Request clustering./distance vectors2.bin
Enter word or sentence (EXIT to break): mobile phone
- cellular 0.811114
phone 0.776416
smartphone 0.730191
telfon 0.719766
mobile 0.717972
mobile phone 0.706131
phone 0.698894
Phone 0.695520
phone 0.693121
mobile 0.692854
teleon 0.688251
phones 0.685480
telefrn 0.674768
cellular 0.673612
A query made up of several words can be reduced to one most characteristic word. Moreover, it is not necessary that this word is present in the original query at all. You can compare verbose queries with each other and without intermediate translation to one word. Here we see the rephrasing and expansion of the query in action.
Semantic relations between wordsThe most interesting part of Google's Word2Vec description is how they turned the king into a queen by simple arithmetic operations on vectors.
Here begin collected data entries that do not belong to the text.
def load_gold(folder: Path) -> dict[str, dict[str, list[GoldSnippet]]]:
    """gold.json as {file: {question: [snippet, ...]}}; DataFileError naming what is wrong."""
    from pydantic import BaseModel, ConfigDict, TypeAdapter, ValidationError

    from robtui.errors import DataFileError

    class _Snippet(BaseModel):
        model_config = ConfigDict(extra="ignore")
        snippet: str
        where: str = "other"
        table: bool = False

    path = Path(folder) / "gold.json"
    try:
        raw = TypeAdapter(dict[str, dict[str, list[_Snippet]]]).validate_json(path.read_bytes())
    except OSError as error:
        raise DataFileError(f"{path}: cannot be read ({error.strerror or error})") from error
    except ValidationError as error:
        raise DataFileError(f"{path}: not a gold file of the expected shape ({error})") from error
    return {name: {q: [GoldSnippet(s.snippet, s.where, s.table) for s in items]
                   for q, items in questions.items()}
            for name, questions in raw.items()}


_QUOTES = str.maketrans({c: "'" for c in "\u2018\u2019\u201a\u201b\u2032\u00b4`"}
                        | {c: '"' for c in "\u201c\u201d\u201e\u201f\u2033"}
                        | {c: "-" for c in "\u2010\u2011\u2012\u2013\u2014\u2015\u2212\ufe63\uff0d"}
                        | {"\u00ad": None, "\u200b": None, "\ufeff": None})
_LINE_END_HYPHEN = re.compile(r"-[ \t]*\n[ \t]*")
_SPACE = re.compile(r"\s+")


def normalise(text: str) -> str:
    """Text as the scoring compares it: NFKC (ligatures spelled out), soft hyphens dropped,
    quotes and dashes unified, hyphens dropped (so a line-end hyphen rejoined either way reads
    the same), combining marks composed, lower case, white space collapsed."""
    text = unicodedata.normalize("NFKC", text).translate(_QUOTES)
    text = _LINE_END_HYPHEN.sub("", text).replace("-", "")
    return _SPACE.sub(" ", text).strip().lower()


def contains_snippet(candidate: str, snippet: str) -> bool:
    """The hit rule on normalised texts: the snippet occurs in the candidate, fuzzily, and the
    candidate holds at least MIN_LENGTH_SHARE of the snippet's length."""
    from rapidfuzz import fuzz

    if not snippet or len(candidate) < MIN_LENGTH_SHARE * len(snippet):
        return False
    return fuzz.partial_ratio(snippet, candidate, score_cutoff=MIN_PARTIAL_RATIO) >= MIN_PARTIAL_RATIO


def hit_labels(candidates: Sequence[str], snippets: Sequence[str]) -> np.ndarray:
    """Per normalised candidate, whether it contains any of the normalised snippets."""
    return np.array([any(contains_snippet(c, s) for s in snippets) for c in candidates], dtype=bool)


def first_hit(order: Sequence[int], labels: np.ndarray) -> int | None:
    """1-based place of the first labelled candidate in ``order``; None when there is none."""
    for place, i in enumerate(order, 1):
        if labels[int(i)]:
            return place
    return None


def pdftotext(path: Path) -> tuple[str, float] | None:
    """poppler's reading of ``path`` and the seconds it took; None when it is not installed."""
    exe = shutil.which("pdftotext")
    if exe is None:
        return None
    t = time.perf_counter()
    done = subprocess.run([exe, "-enc", "UTF-8", str(path), "-"], capture_output=True, check=False)
    seconds = time.perf_counter() - t
    if done.returncode != 0:
        return None
    return done.stdout.decode("utf-8", "replace"), seconds


# A keyword search's sentence split (common practice, no source): end punctuation, space, then
# a capital, digit or opening bracket/quote.
_SPLIT = re.compile(r"(?<=[.!?])\s+(?=[A-Z0-9(\[\"'\u2018\u201c])")


def baseline_sentences(text: str) -> list[str]:
    """A plain keyword search's sentences of a ``pdftotext`` reading: line-end hyphens before a
    lower-case letter rejoined, white space collapsed, split after end punctuation."""
    flat = _SPACE.sub(" ", re.sub(r"-\n(?=[a-z])", "", text)).strip()
    return [s for s in _SPLIT.split(flat) if s.strip()]


def baseline_scores(sentences: Sequence[str], wordings: Sequence[str]) -> np.ndarray:
    """(sentences, questions) TF-IDF cosine, the vocabulary fitted on the article's sentences
    (scikit-learn TfidfVectorizer with its defaults)."""
    from sklearn.feature_extraction.text import TfidfVectorizer
    from sklearn.metrics.pairwise import linear_kernel

    if not sentences:
        return np.zeros((0, len(wordings)))
    vectoriser = TfidfVectorizer().fit(sentences)
    return linear_kernel(vectoriser.transform(sentences), vectoriser.transform(wordings))


# Independent checks of what a suggestion is (common practice, no source): a reference entry
# carries a citation pattern or stands after the reference list's heading in pdftotext's
# reading; a table cell is mostly numbers or has fewer than three words of three letters.
_CITATION = re.compile(r"\bdoi\b|doi\.org|\b(19|20)\d\d\s*;\s*\d+\s*(\(\w+\))?\s*:\s*\d+|"
                       r"\bet al\b.{0,120}\b(19|20)\d\d\b.{0,40}\b\d+\s*[-:]\s*\d+")
_REFERENCE_HEADING = re.compile(r"^\s*(references|bibliography|literature cited)\s*$",
                                re.IGNORECASE | re.MULTILINE)
_WORD = re.compile(r"[^\W\d_]{3,}")
_NUMBER = re.compile(r"^[(\[]?[-+<>=±]?\d[\d.,:%]*[)\]]?[.,;]?$")


def reference_tail(reference: str) -> str:
    """The normalised part of a pdftotext reading after its last reference-list heading."""
    heads = list(_REFERENCE_HEADING.finditer(reference))
    return normalise(reference[heads[-1].end():]) if heads else ""


def looks_like_reference(text: str, tail: str) -> bool:
    norm = normalise(text)
    return bool(_CITATION.search(text)) or (len(norm) >= 30 and norm[:80] in tail)


def looks_like_table_cell(text: str) -> bool:
    tokens = text.split()
    if len(_WORD.findall(text)) < 3:
        return True
    numbers = sum(bool(_NUMBER.match(t)) for t in tokens)
    return numbers / max(len(tokens), 1) >= 0.4


# --------------------------------------------------------------------------- measuring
We haven’t managed to turn this focus on search queries; not many have been looking for kings and queens lately, but some semantic relationships really stand out.
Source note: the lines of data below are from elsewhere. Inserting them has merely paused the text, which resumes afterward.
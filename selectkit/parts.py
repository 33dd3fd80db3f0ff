"""Tables read in parts: folders and globs of files, Dask DataFrames, and tables too big to hold whole.

The client never holds the rows of such a table.  Each pass below is one
task per part (a Parquet row group or file, a CSV file, a partition of a Dask
DataFrame, a slice of a large pandas DataFrame); on Dask the tasks run on the
workers and only summaries come back, merged in the order of the parts, so
the result does not depend on where or in what order the tasks ran.

1. **Survey.**  Each part counts its rows and, per column, the missing and
   infinite values, the range (with the rows that hold the smallest and
   largest value), the non-positive values and the levels of text columns.
   The merged counts are exact; the refusals (infinities, non-positive
   weights, missing values under ``incomplete_rows="refuse"``) name the part
   and its row.
2. **Sample.**  A seeded sample of ``check_sample_rows`` rows (every row when
   the table has no more), plus the rows holding each numeric column's
   smallest and largest value and the first row of each level.  With those
   rows in it, intake (:func:`selectkit.data.prepare`) and the candidate
   forms (:func:`selectkit.candidates.build_candidates`) see each column's
   whole range and every level, so domains (no log of a zero anywhere in
   the table), shifts, constants and levels are decided exactly; the
   reference level is the most frequent over all rows.  Fitted powers
   (Box-Cox, Yeo-Johnson, Box-Tidwell), the twin and VIF screens and the
   curvature test are decided on the sample, and a note says so.
3. **Moments.**  Every part builds the same candidate columns with the
   stored parameters and forms its centred cross-products, and those of each
   cross-validation fold: the fold of a row is fixed by a seeded hash of its
   position in the table (splitmix64), so one pass serves the CV errors too.
   The client merges them with the pairwise formula of
   :class:`selectkit.moments.Moments` (Chan, Golub & LeVeque 1979).
4. **Searches** then run on the moments as for a table in memory.
5. **Residual pass.**  PRESS of the shown models comes from one more pass
   that forms every such model's residuals and leverages at once, from the
   all-row fit (Allen 1974); the checks and figures use the random part of
   the sample, refitted there, and say so.

References
----------
Chan, T. F., Golub, G. H. and LeVeque, R. J. (1979). Updating formulae and a
    pairwise algorithm for computing sample variances. Stanford CS report 79-773.
Allen, D. M. (1974). The relationship between variable selection and data
    augmentation and a method for prediction. Technometrics 16(1), 125-127.
Steele, G. L., Lea, D. and Flood, C. H. (2014). Fast splittable pseudorandom
    number generators. OOPSLA 2014 (the splitmix64 finaliser).
"""

from __future__ import annotations

import glob as _glob
import os
from collections import Counter
from dataclasses import dataclass, field, replace
from pathlib import Path

import numpy as np

from . import _kept
from .errors import DataFileError, InputError, OptionError
from .settings import spell

__all__ = ["PART_ROWS", "AUTO_PARTS_ROWS", "LEVEL_CAP", "Part", "PartedTable", "PartsInfo", "open_parts",
           "wants_parts", "prepare_in_parts", "fold_labels", "row_ids", "kept_in", "table_exists"]

#: Rows per part when one Parquet file or a pandas DataFrame is cut into parts.
PART_ROWS = 262_144
#: With ``read_in_parts="auto"``, a table of at least this many rows is read in parts.
AUTO_PARTS_ROWS = 1_000_000
#: Distinct values of a text column a part counts before it stops (an identifier, not a factor).
LEVEL_CAP = 5_000
#: Rows per slice inside a part (the moments pass forms and merges fold moments slice by slice).
SLICE_ROWS = 65_536
#: Bytes of a block's widest temporary (see :func:`_slice_rows`): fewer rows a block for wide candidate sets.
SLICE_BYTES = 24 * 2**20
_PARQUET = (".parquet", ".pq")
_CSV = (".csv", ".txt", ".tsv", ".csv.gz", ".csv.bz2", ".csv.xz")


# ------------------------------------------------------------------------ the parts
@dataclass(frozen=True)
class Part:
    """One part of a table: where its rows are and how to name it in a message."""

    label: str
    kind: str  # "parquet", "csv", "frame", "dask"
    path: str | None = None
    row_groups: tuple = ()
    start: int = 0
    stop: int = 0
    rows: int | None = None  # known before reading (Parquet metadata, a DataFrame's slice), else None
    ident: str = ""  # the source's own name (a file relative to the table), the same on any machine
    first: int = 0  # the part's first row within that source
It is required to find a word that refers to Germany the same way Paris refers to France.
./word-analogy vectors2.bin
Enter three words (EXIT to break): france paris germany
- Munich 0.716158
Berlin 0.671514
DĂĽsseldorf 0.665014
hamburg 0.661027
cologne 0.646897
amsterdam 0.641764
frankfurt 0.638686
Prague 0.612585
aschaffenburg 0.609068
Dresden 0.607926
Nuremberg 0.604550
crowd 0.604543
Gmunden 0.590301
./word-analogy vectors2.bin
Enter three words (EXIT to break): us dollar ukraine
- UAH 0.622719
Dolar 0.607078
hryvnia 0.597969
Ruble 0.596636
Dollar 0.588882
hryvnia 0.584129
Ruble 0.578501
ruble 0.574094
dollar 0.565995
tenge 0.561814
Dolar 0.561768
currencies 0.556239
$ 0.548859
UAH 0.544302
Impressive ...
Assessing the importance of words in the queryThe evaluation principle is simple. It is necessary to determine to which cluster the request as a whole is, and then select the words as far as possible from the center of this cluster. Such words will be the main, and the rest - clarifying.
./importance vectors.bin
Enter word or sentence (EXIT to break): buy pizza in Moscow
Importance buy = 0.159387
Importance pizza = 1
Importance = 0.403579
Importance Moscow = 0.455351
Enter word or sentence (EXIT to break): download twilight
Importance download = 0.311702
Importance twilight = 1
Enter word or sentence (EXIT to break): Vladimir Putin
Importance Vladimir = 0.28982
Importance Putin = 1
Enter word or sentence (EXIT to break): Nikita Putin
Importance Nikita = 0.793377
Importance Putin = 0.529835
Vladimir for Putin - the word is almost unimportant. Almost all Putin, found on the Internet - Vladimir. But Nikita Putin - on the contrary, Nikita is more important. Because it is necessary to choose Nikit from all Putin on the Internet.
findingsAs such, the findings here are few. The technology works and works well. I hope that this post will be used as an illustration in Russian to those features that are hidden in Word2Vec.